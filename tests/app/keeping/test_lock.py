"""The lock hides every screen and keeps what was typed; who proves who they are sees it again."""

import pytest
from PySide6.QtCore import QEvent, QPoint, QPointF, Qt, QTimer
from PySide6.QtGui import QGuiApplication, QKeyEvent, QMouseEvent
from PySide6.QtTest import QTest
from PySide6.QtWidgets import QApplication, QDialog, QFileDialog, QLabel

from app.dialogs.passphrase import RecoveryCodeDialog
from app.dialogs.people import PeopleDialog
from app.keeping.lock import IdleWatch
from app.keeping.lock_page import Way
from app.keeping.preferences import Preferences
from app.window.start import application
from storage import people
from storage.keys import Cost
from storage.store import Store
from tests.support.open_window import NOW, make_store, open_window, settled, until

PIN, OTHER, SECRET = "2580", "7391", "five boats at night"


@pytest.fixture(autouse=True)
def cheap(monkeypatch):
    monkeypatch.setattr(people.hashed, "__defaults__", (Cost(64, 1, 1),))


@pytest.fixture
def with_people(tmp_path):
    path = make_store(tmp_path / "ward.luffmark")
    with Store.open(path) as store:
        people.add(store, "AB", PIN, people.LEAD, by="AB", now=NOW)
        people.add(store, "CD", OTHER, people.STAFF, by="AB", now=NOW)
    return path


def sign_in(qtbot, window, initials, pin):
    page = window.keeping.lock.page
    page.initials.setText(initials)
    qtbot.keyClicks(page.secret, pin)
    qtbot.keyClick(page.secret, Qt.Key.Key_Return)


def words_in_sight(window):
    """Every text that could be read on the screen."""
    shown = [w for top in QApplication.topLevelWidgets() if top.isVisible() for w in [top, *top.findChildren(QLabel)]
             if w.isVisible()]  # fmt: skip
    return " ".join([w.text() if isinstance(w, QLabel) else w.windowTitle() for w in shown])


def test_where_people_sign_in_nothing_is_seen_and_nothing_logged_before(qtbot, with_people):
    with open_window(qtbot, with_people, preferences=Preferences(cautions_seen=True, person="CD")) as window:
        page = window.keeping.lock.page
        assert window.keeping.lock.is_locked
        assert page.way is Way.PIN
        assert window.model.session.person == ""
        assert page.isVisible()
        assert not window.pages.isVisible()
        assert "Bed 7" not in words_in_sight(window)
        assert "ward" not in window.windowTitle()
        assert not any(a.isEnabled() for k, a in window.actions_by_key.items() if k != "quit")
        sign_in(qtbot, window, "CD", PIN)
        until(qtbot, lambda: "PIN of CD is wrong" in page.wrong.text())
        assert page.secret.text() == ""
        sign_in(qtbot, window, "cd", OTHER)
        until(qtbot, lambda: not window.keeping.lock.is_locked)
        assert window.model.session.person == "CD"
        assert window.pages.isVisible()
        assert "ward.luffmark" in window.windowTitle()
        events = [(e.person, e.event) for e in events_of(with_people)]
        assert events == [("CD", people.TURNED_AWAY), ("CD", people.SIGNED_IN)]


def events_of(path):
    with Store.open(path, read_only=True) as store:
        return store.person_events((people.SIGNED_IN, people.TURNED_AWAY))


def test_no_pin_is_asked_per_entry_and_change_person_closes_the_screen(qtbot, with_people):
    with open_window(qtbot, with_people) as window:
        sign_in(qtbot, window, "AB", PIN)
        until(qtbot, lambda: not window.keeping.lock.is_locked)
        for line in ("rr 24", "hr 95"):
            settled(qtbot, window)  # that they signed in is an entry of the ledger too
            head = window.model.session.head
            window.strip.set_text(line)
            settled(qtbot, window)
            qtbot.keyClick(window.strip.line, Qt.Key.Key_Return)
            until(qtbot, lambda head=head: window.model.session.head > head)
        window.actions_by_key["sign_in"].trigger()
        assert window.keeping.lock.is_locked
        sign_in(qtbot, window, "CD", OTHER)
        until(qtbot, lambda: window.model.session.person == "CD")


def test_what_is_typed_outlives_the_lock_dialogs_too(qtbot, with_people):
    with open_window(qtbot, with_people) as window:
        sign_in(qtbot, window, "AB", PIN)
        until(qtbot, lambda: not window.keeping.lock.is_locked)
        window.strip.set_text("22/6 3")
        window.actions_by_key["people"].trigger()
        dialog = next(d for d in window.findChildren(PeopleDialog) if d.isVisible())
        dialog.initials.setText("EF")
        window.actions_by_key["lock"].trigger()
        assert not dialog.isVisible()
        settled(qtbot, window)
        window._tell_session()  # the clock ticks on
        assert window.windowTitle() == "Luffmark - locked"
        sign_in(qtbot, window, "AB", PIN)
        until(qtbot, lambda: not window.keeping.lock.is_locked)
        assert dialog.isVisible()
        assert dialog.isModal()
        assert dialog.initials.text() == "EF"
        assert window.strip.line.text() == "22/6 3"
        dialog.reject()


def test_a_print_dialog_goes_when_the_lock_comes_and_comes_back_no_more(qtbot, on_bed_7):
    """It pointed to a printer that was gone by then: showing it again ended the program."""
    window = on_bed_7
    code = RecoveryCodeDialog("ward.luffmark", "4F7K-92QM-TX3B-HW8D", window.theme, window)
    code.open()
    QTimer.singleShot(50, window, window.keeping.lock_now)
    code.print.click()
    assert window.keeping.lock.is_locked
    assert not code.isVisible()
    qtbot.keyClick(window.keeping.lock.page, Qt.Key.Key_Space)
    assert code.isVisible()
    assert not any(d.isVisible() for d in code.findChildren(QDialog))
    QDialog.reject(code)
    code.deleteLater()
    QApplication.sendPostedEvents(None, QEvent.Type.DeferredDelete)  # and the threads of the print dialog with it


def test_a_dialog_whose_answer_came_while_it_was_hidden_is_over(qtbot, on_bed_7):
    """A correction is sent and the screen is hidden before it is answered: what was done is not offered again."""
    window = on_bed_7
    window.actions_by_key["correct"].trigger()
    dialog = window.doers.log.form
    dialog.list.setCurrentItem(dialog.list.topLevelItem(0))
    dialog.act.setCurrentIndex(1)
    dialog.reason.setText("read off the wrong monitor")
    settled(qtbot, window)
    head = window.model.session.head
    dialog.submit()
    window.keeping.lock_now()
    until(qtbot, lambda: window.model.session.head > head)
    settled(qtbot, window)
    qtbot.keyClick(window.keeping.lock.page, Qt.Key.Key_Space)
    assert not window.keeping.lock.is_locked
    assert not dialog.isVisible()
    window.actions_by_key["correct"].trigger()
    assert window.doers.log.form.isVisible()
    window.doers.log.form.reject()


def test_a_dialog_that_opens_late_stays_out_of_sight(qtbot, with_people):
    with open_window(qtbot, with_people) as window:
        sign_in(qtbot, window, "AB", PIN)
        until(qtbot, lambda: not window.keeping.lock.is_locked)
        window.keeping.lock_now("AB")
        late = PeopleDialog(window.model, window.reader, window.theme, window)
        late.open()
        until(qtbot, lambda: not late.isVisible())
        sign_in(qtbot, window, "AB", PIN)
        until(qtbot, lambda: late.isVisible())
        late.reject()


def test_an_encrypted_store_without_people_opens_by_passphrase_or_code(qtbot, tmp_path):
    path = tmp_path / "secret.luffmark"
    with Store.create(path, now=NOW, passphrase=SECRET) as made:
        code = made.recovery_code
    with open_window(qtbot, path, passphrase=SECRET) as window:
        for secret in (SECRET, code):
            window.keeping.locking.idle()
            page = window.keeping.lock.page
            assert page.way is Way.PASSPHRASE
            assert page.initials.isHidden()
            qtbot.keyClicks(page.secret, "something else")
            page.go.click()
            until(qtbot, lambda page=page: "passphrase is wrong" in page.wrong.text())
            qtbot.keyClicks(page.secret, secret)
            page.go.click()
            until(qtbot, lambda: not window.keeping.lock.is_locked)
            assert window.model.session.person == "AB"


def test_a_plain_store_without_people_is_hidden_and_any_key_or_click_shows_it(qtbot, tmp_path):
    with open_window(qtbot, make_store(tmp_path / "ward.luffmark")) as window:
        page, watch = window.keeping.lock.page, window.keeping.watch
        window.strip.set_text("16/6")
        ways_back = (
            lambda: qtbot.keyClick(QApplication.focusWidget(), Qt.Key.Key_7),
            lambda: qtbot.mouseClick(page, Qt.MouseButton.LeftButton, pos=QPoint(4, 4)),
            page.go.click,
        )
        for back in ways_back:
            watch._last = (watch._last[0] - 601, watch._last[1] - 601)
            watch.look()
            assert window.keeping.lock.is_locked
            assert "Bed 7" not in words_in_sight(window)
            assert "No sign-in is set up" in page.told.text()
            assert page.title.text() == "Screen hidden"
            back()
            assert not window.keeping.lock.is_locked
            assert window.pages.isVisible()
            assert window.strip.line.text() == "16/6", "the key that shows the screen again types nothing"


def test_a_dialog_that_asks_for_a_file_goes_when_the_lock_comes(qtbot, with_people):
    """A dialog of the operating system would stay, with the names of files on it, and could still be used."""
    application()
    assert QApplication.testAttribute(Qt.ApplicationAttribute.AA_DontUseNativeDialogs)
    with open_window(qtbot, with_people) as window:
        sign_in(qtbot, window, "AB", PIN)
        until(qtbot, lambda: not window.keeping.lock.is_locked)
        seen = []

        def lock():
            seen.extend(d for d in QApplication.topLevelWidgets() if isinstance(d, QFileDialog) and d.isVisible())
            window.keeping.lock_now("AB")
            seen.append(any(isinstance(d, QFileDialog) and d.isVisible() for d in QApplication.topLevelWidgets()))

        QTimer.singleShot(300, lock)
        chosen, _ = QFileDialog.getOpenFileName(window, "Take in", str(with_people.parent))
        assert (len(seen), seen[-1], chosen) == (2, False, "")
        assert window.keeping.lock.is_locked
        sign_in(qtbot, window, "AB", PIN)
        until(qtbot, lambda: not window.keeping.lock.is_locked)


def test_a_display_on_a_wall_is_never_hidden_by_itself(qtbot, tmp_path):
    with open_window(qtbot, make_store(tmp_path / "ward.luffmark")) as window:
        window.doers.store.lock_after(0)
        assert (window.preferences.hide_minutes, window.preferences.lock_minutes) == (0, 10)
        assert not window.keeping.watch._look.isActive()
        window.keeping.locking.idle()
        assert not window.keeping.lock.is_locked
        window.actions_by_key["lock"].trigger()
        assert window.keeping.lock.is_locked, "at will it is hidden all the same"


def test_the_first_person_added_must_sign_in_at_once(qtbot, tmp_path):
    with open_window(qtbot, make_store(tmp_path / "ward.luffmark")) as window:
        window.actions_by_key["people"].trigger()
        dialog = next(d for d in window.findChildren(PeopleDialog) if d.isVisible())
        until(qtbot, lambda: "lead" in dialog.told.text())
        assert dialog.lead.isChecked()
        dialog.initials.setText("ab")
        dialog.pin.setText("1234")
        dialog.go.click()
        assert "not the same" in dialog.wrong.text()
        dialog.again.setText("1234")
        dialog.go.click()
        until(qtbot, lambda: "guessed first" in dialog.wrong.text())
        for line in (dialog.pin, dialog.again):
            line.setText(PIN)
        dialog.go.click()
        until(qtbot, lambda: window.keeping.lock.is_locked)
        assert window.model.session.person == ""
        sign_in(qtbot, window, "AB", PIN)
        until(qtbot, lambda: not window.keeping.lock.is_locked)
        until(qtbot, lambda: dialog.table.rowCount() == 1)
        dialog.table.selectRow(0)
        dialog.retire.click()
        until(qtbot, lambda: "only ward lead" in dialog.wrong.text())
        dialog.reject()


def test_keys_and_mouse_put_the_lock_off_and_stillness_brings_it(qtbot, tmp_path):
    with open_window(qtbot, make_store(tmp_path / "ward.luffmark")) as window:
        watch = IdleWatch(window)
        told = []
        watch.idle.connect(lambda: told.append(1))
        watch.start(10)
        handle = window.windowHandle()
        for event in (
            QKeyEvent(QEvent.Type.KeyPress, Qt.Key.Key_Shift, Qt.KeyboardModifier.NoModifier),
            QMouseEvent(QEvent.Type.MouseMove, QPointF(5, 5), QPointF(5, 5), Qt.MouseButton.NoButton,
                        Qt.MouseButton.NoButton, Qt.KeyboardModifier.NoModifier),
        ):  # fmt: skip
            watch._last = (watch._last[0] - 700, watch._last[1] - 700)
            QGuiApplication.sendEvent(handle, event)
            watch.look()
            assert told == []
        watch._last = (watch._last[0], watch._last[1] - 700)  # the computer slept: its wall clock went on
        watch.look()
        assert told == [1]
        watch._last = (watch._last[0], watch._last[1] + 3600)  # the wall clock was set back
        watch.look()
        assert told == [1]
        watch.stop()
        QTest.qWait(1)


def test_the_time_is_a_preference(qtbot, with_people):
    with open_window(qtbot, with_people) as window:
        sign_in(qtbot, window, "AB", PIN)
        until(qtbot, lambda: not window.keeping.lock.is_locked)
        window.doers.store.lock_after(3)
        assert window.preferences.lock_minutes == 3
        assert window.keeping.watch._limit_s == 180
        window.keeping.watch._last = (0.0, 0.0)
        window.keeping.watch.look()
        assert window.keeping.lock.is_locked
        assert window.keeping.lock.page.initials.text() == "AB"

·····

* [Work order]: Nothing but the lines from the one containing "window.keeping.watch._last = (0.0, 0.0)" through the last line of the data above should be given again, each exactly as it stands.

* [Response below]:
        window.keeping.watch._last = (0.0, 0.0)
        window.keeping.watch.look()
        assert window.keeping.lock.is_locked
        assert window.keeping.lock.page.initials.text() == "AB"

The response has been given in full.